You might ask yourself which news products address any of these motives better or worse? For instance, getting news on Facebook makes integration and social interaction motives very salient and easy for the user; watching Jon Stewart ties together entertainment and news effectively.

But still there is the underlying question of what are the driving psychological needs that lead to these categories of gratifications being sought through the media. For this we can turn to a theory of motivation developed over the last 40 years called Social Determination Theory; here’s a nice book on the subject. The theory postulates that there are three main drivers of intrinsic motivation: (1) autonomy, (2) competence, and (3) social-relatedness. Autonomy is about providing people with choices – the more choices people have the more in control they feel. Competence is about helping people to see the relationship between their behavior and some desired outcome; feeling competent is about taking on a challenge and meeting it. How could news products better help people feel autonomous or competent? Those products would be hits. The last driver is social-relatedness which is about people feeling connected to other people; social networks are already doing a pretty good job of satisfying that underlying psychological need.

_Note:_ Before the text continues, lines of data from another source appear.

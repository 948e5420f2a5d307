// Nothing but a comment: no module.
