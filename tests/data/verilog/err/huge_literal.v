// Found by fuzzing: an 18-byte literal 655,364 bits wide once took 2 s and 400 MiB.
module m(input [3:0] a, output y);
  assign y = a < 655364'so24;
endmodule
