// Found by fuzzing: a part-select 2^31 bits wide once ran for minutes; range bounds outside
// the 32-bit integers once overflowed.
module m(input [3:0] d, output y, output [1:0] z);
  assign y = |(d[2147483647:0]);
  wire [9223372036854775807:0] w;
  assign z = d[-9223372036854775807 +: 2];
endmodule
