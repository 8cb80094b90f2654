import { listRevisionsByKey } from "@/db/queries/limit-sets";
import { requirePage } from "@/lib/auth/page";
import { can } from "@/lib/auth/permissions";
import type { LimitSetSummaryDto, RevisionHistoryEntryDto } from "@/lib/swr/use-limit-sets";
import { loadOr404, toWire } from "../../_components/load-limit-set";
import { RevisionHistory } from "../../_components/revision-history";

export default async function LimitSetRevisionsPage({ params }: { params: Promise<{ key: string }> }) {
  const user = await requirePage("limits:read");
  const { key } = await params;
  const history = toWire<{ limitSet: LimitSetSummaryDto; revisions: RevisionHistoryEntryDto[] }>(
    await loadOr404(key, (k) => listRevisionsByKey({ key: k })),
  );
  return <RevisionHistory fallback={history} canWrite={can(user.role, "limits:write")} />;
}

Beyond psychological needs though, there may even be a biological driver for news consumption. In 1996 Pamela Shoemaker argued in a Journal of Communication paper that the human desire to surveil is evolutionarily adapted to help detect deviances or threats in the environment; humans that could surveil better were more likely to survive because they could avoid threats and thus reproduce. However, this hypothesis still needs to be tested empirically to see if people attend more to news that is more deviant (though it does seem plausible). What has been tested empirically, via a big-data analysis by information scientists Fang Wu and Bernardo Huberman, is how human attention orients to novel information and that that attention naturally decays over time according to a mathematical function. Indeed, for the digg.com site they found that the half-life for an item was, on average, 69 minutes, which suggests a natural time-scale (though site dependent) at which human attention fades.

There is a wide palette of options for thinking about new ways of engaging people in news information: context, demographics, personality, uses & gratifications, psychological needs, and biological drivers for novel information. There are likely many new (or existing) news products that can leverage this typology to personalize and make sure people are getting what they came for out of their media experience. And, to make the job even easier, research has also shown that people enjoy incidental exposure to news information. So, even if you initially motivate people to engage the media in one way (e.g. social relatedness), they will likely still enjoy incidental exposure to other news information.